3. Karena nggak ada signal at all di desa,
hiburanku satu-satunya hanyalah main bersama teman-teman.
Literally, the best time saat Live In
adalah saat malam hari ini. Dimana kita diam-diam berkumpul di satu rumah untuk
curcol bahas soal politik, gosip, horror, sampe main werewolf, capsa, apapun
hingga jam 12 subuh.
Sampai hari terakhir acara Live In pun, hal
yang paling susah untuk dilakukan adalah berpisah dengan teman-teman senasib ini.
Kangen kalian semua loh.
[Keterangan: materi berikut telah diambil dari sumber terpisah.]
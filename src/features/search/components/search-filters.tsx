import { useCallback } from 'react';
import { PITCH_MARKS, PITCH_RANGE, YEAR_RANGE, type SearchQuery, type SearchResponse } from '@shared/search/schema';
import { FacetGroup } from './facet-group';
import { RangeSlider } from './range-slider';
import { familyOptions, languageOptions, sizeOptions, typeOptions } from '../lib/labels';

export interface SearchFiltersProps {
  query: SearchQuery;
  facets: SearchResponse['facets'] | undefined;
  onChange: (change: Partial<SearchQuery>) => void;
}

const decadeLabel = (d: string) => `${d}s`;

/** Facets with counts, the two ranges, and the decades as quick year ranges. */
export function SearchFilters({ query, facets, onChange }: SearchFiltersProps) {
  const counts = facets ?? { sizes: {}, families: {}, sourceType: {}, languages: {}, decades: {} };
  const onYears = useCallback((from?: number, to?: number) => onChange({ from, to }), [onChange]);
  const onPitch = useCallback((aMin?: number, aMax?: number) => onChange({ aMin, aMax }), [onChange]);
  const decades = Object.entries(counts.decades).sort(([a], [b]) => Number(a) - Number(b));

  return (
    <div className="space-y-7">
      <FacetGroup title="Instrument size" values={sizeOptions} counts={counts.sizes} selected={query.size} onChange={(size) => onChange({ size })} />
      <FacetGroup title="Family" values={familyOptions} counts={counts.families} selected={query.family} onChange={(family) => onChange({ family })} />
      <RangeSlider
        label="Years" min={YEAR_RANGE.min} max={YEAR_RANGE.max} step={5} low={query.from} high={query.to}
        lowLabel="Earliest year" highLabel="Latest year" onCommit={onYears}
      />
      {decades.length > 1 && (
        <div>
          <p className="text-sm font-semibold text-ink" id="decades-title">Decades</p>
          <ul className="mt-2 flex flex-wrap gap-1.5" aria-labelledby="decades-title">
            {decades.map(([decade, n]) => (
              <li key={decade}>
                <button
                  type="button"
                  className="figures rounded-soft border border-rule px-2 py-0.5 text-sm text-ink hover:border-rule-strong"
                  aria-label={`${decadeLabel(decade)}: ${n} passages; show only these years`}
                  onClick={() => onChange({ from: Number(decade), to: Number(decade) + 9 })}
                >
                  {decadeLabel(decade)} <span className="text-ink-muted">{n}</span>
                </button>
              </li>
            ))}
          </ul>
        </div>
      )}
      <RangeSlider
        label="Pitch (a′)" min={PITCH_RANGE.min} max={PITCH_RANGE.max} low={query.aMin} high={query.aMax}
        marks={PITCH_MARKS} format={(hz) => `${hz} Hz`} lowLabel="Lowest a′ in hertz" highLabel="Highest a′ in hertz" onCommit={onPitch}
      />
      <FacetGroup title="Kind of source" values={typeOptions} counts={counts.sourceType} selected={query.type} onChange={(type) => onChange({ type: type as SearchQuery['type'] })} />
      <FacetGroup title="Language" values={languageOptions(counts.languages, query.lang)} counts={counts.languages} selected={query.lang} onChange={(lang) => onChange({ lang })} />
    </div>
  );
}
Kangen
our endless nights diam-diam main kartu sampai mampus. Kangen obrolan geje dan
guyonan receh.
Kangen Wuwu yang kalo main ceblek
nyamuk selalu kalah.
Titus yang koleksi cincin akiknya
sampai 400 biji dan hobinya sepik-in SEMUA cewek.
Mbak Della yang selalu diintipin
Titus waktu mandi.
Diah yang jerawatnya dikira
orang-orang mirip tindikan.
Steven yang diem banget sampe
dikira warga desa penyakitan.
Nella yang kalo makan dari
matahari terbit sampai terbenam juga belom selesai-selesai.
Vania yang harmonis sekali dengan
Ibu angkatnya.
Nggak kangen Ghea sama Stef sih,
soalnya tiap hari tetep ketemu di kampus juga(?)
But anyway, let’s keep in touch,
okay?
I know that we can’t always meet
up, but a mere group chat will suffice, right?
So, please, please, tetep
rame-rame selalu di group. Titus jangan pernah berhenti sepikin semua cewe.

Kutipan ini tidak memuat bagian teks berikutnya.